Task inputs:
⟨

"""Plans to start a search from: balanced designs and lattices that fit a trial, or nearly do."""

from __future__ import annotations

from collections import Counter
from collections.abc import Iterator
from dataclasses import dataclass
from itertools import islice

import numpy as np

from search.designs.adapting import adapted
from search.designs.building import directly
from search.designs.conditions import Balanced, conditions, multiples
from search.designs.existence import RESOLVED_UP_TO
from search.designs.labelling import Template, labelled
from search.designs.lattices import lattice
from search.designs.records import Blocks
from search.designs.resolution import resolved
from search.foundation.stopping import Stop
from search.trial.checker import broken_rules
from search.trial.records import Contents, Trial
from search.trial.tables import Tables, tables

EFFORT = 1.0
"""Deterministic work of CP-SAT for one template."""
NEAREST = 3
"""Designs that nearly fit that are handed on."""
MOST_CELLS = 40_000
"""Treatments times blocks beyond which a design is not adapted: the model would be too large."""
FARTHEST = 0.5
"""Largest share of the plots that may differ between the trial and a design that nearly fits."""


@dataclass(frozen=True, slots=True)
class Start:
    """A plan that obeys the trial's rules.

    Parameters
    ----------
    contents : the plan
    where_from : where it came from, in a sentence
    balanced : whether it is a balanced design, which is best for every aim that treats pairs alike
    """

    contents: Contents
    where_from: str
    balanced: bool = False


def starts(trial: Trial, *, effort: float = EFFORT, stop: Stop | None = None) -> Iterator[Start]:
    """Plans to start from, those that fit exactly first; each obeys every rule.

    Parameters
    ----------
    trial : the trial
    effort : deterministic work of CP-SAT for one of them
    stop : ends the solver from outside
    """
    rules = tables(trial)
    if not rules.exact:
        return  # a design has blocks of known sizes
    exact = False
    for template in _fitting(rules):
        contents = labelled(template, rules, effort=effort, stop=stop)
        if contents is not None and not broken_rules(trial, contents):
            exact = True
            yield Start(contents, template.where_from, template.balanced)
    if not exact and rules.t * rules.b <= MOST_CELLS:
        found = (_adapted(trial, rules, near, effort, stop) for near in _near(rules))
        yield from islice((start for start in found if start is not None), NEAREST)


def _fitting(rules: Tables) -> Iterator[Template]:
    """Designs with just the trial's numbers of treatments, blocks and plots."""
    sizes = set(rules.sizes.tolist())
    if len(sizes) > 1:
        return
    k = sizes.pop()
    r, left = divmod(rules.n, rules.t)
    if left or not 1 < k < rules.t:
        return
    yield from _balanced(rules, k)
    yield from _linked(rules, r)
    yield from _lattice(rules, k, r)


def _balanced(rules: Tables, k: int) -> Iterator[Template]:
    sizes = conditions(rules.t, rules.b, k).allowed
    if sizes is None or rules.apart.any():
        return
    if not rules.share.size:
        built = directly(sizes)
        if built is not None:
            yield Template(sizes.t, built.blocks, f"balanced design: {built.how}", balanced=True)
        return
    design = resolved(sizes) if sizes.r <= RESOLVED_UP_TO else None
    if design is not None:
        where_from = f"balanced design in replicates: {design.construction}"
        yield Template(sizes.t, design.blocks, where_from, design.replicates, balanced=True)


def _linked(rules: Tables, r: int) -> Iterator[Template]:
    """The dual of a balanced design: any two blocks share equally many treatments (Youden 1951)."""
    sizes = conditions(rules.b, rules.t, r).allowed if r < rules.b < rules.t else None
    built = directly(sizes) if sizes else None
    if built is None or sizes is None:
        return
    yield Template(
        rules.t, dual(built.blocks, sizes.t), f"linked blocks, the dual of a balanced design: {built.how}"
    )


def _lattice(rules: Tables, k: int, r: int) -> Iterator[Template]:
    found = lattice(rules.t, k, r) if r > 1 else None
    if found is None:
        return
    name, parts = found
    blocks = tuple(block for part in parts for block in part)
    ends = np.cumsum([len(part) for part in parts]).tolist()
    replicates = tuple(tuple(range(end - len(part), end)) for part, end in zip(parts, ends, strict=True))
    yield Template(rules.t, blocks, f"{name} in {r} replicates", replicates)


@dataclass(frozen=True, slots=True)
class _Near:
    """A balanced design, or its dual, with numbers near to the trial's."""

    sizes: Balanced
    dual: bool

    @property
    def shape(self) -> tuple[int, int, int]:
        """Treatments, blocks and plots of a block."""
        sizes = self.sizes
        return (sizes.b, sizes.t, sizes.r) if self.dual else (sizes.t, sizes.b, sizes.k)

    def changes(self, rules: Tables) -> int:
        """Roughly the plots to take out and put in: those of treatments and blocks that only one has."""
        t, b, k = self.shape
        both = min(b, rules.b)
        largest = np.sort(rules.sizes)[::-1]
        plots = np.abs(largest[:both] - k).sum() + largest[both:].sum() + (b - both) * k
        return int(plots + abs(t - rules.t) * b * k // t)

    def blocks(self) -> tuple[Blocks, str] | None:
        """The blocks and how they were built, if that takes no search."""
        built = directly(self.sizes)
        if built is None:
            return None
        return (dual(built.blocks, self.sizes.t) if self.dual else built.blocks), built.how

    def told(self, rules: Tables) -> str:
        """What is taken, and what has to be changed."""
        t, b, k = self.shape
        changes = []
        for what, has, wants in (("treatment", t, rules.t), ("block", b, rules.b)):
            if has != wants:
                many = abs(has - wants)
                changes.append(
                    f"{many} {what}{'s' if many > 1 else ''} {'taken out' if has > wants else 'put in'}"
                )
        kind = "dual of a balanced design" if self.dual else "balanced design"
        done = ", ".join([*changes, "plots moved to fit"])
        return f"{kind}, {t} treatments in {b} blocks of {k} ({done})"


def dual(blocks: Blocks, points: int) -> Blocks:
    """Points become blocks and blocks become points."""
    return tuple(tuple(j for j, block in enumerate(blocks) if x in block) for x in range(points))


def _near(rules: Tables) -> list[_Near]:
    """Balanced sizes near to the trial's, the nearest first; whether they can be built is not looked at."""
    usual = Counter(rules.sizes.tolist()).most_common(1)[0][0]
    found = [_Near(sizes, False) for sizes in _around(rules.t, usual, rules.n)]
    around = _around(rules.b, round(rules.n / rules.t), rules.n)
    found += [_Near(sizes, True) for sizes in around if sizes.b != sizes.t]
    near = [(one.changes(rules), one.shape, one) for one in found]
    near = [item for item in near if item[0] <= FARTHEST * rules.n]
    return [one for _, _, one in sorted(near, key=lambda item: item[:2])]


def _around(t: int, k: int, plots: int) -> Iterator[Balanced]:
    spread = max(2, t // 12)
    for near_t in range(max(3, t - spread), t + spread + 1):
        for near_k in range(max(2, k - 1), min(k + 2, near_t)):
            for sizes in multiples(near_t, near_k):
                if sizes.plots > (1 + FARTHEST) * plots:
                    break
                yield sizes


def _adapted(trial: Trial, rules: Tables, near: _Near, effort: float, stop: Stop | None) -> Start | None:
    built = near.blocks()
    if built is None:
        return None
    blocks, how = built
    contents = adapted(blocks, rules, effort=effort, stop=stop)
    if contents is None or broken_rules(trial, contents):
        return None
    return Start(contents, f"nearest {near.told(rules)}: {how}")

⟩
⟨

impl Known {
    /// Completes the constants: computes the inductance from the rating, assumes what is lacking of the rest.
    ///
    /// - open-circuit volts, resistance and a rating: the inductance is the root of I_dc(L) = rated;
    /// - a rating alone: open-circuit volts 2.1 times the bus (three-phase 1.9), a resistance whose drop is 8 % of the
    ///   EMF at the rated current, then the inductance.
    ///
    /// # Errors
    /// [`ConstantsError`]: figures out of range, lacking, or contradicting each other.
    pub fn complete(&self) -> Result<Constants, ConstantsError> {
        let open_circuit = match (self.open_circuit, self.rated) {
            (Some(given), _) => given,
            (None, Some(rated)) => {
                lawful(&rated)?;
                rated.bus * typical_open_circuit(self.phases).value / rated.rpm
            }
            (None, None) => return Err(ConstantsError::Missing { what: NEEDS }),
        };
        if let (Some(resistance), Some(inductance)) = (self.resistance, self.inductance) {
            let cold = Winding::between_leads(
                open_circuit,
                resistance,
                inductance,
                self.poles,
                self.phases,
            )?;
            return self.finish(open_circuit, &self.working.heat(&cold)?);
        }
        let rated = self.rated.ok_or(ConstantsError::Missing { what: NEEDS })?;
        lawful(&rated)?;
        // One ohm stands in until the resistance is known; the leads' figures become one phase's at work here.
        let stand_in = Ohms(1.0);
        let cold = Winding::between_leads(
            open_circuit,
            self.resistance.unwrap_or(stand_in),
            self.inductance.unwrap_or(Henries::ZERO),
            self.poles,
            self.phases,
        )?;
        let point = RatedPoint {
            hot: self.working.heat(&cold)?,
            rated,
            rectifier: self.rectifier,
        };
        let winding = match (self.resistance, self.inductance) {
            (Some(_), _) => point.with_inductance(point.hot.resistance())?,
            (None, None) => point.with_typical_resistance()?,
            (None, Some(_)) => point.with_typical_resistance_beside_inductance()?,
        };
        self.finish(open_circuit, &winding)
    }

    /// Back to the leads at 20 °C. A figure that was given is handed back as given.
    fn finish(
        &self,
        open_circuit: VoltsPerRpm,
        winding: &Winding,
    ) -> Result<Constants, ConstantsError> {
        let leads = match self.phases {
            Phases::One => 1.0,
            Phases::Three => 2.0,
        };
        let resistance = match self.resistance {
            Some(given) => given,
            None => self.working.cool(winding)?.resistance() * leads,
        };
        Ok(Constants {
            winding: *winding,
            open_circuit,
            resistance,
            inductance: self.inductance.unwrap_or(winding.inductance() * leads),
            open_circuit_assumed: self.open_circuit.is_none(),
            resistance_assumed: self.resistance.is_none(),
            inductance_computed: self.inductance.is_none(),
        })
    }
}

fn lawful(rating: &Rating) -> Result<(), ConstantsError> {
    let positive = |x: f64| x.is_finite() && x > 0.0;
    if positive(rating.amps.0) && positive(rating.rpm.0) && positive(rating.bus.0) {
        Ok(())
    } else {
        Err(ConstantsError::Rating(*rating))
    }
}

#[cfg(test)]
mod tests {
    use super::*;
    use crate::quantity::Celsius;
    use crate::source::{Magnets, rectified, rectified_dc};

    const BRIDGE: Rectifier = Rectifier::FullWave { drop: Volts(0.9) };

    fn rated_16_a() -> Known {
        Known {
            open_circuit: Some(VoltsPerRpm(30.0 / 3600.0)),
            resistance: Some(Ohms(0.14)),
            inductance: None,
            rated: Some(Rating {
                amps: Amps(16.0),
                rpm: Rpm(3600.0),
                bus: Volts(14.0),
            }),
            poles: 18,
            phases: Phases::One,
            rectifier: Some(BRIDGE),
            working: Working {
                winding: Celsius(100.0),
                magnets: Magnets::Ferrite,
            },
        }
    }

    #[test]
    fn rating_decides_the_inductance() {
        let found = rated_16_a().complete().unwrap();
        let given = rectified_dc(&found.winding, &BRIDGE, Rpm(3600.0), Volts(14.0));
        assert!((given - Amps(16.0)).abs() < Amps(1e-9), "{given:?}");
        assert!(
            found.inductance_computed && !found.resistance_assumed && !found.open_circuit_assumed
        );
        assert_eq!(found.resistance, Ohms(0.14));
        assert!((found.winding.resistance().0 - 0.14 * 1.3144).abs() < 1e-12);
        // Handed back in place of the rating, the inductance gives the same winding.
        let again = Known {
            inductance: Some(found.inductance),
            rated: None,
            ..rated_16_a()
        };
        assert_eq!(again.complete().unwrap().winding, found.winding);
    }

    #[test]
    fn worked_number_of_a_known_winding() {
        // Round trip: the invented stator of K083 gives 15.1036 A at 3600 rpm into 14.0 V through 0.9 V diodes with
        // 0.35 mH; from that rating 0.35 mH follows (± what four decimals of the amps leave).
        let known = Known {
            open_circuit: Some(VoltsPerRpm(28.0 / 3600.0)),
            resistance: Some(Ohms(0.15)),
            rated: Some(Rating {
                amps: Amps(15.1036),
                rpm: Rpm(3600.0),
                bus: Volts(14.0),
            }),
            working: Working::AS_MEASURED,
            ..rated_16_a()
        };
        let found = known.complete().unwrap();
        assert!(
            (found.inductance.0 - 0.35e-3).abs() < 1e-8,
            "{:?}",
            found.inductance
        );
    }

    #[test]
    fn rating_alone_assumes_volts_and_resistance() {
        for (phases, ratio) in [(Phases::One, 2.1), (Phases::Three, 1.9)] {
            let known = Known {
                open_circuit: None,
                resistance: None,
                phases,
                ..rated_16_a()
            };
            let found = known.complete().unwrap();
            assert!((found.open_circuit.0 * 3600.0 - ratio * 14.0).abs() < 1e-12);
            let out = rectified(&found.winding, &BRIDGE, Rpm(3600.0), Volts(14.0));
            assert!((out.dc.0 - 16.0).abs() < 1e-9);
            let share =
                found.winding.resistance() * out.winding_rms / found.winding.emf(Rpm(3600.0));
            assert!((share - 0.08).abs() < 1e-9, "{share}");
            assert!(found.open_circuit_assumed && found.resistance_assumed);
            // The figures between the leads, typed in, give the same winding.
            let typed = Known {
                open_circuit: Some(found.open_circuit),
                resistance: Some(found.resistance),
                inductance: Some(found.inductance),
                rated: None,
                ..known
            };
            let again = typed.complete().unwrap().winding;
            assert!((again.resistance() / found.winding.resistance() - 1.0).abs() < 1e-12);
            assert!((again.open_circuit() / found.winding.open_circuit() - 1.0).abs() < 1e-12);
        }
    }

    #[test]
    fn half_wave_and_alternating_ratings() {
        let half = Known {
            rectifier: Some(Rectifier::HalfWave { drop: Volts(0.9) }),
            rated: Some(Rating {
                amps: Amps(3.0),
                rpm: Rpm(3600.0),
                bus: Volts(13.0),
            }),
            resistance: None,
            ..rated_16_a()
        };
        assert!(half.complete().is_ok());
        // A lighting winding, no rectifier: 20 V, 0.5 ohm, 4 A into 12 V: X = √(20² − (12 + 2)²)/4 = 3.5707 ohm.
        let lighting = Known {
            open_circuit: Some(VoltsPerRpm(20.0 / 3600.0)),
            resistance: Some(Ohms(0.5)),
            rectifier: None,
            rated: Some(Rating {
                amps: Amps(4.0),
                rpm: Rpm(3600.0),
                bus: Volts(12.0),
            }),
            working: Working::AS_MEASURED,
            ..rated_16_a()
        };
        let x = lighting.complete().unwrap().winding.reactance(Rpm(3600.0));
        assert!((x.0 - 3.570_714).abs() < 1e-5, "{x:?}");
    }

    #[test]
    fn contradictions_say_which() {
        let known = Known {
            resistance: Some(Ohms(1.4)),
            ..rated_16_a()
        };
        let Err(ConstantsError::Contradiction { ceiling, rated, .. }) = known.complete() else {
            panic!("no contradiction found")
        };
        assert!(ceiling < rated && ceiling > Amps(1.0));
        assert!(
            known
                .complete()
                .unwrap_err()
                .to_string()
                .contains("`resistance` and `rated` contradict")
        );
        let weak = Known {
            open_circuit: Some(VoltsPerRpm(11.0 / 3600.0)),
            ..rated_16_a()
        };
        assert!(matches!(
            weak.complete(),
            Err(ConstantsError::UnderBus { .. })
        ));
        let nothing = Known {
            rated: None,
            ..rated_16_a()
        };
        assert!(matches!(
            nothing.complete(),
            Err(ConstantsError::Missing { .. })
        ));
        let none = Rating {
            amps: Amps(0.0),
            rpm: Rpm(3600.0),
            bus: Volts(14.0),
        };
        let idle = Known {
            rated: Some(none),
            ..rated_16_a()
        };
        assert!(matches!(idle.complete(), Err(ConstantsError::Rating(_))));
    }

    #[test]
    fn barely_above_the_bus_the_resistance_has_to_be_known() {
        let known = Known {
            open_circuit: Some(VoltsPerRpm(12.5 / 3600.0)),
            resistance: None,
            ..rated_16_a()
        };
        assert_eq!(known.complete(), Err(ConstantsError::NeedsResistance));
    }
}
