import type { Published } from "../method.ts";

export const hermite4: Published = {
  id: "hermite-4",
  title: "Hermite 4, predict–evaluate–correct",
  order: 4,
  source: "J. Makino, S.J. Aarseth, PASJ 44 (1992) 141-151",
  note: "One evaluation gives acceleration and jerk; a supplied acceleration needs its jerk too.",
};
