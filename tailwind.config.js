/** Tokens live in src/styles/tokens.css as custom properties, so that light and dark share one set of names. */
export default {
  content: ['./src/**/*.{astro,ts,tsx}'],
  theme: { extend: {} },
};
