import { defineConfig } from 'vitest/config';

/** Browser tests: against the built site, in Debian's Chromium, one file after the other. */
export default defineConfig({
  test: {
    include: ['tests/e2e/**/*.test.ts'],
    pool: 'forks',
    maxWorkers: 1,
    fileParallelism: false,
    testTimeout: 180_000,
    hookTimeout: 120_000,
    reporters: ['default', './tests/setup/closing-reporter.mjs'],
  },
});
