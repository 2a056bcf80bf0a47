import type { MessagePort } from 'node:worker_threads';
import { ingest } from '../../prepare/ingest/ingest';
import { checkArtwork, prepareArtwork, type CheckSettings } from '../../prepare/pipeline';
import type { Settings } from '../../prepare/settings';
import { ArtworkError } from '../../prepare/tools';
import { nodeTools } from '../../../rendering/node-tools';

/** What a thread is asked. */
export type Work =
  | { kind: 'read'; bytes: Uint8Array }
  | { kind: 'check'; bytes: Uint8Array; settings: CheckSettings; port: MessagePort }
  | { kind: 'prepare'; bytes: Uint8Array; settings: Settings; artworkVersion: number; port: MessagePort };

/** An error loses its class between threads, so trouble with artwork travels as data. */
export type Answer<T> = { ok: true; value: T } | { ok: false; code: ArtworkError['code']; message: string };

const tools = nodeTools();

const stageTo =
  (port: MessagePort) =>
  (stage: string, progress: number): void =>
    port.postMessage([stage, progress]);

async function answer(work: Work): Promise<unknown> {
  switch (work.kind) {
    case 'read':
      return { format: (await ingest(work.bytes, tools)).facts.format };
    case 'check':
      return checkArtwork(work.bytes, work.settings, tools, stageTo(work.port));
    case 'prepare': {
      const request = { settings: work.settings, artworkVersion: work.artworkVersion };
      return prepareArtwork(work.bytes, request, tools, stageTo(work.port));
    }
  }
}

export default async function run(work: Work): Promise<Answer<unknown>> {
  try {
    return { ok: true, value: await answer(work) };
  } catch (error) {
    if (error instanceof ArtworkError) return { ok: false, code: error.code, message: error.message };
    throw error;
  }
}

⟩

Exercise description: In the entries above, one line contains "start a search" and another contains "from search.foundation.stopping import Stop". Reproduce exactly those two lines and the lines between them, nothing else.

Task output:
"""Plans to start a search from: balanced designs and lattices that fit a trial, or nearly do."""

from __future__ import annotations

from collections import Counter
from collections.abc import Iterator
from dataclasses import dataclass
from itertools import islice

import numpy as np

from search.designs.adapting import adapted
from search.designs.building import directly
from search.designs.conditions import Balanced, conditions, multiples
from search.designs.existence import RESOLVED_UP_TO
from search.designs.labelling import Template, labelled
from search.designs.lattices import lattice
from search.designs.records import Blocks
from search.designs.resolution import resolved
from search.foundation.stopping import Stop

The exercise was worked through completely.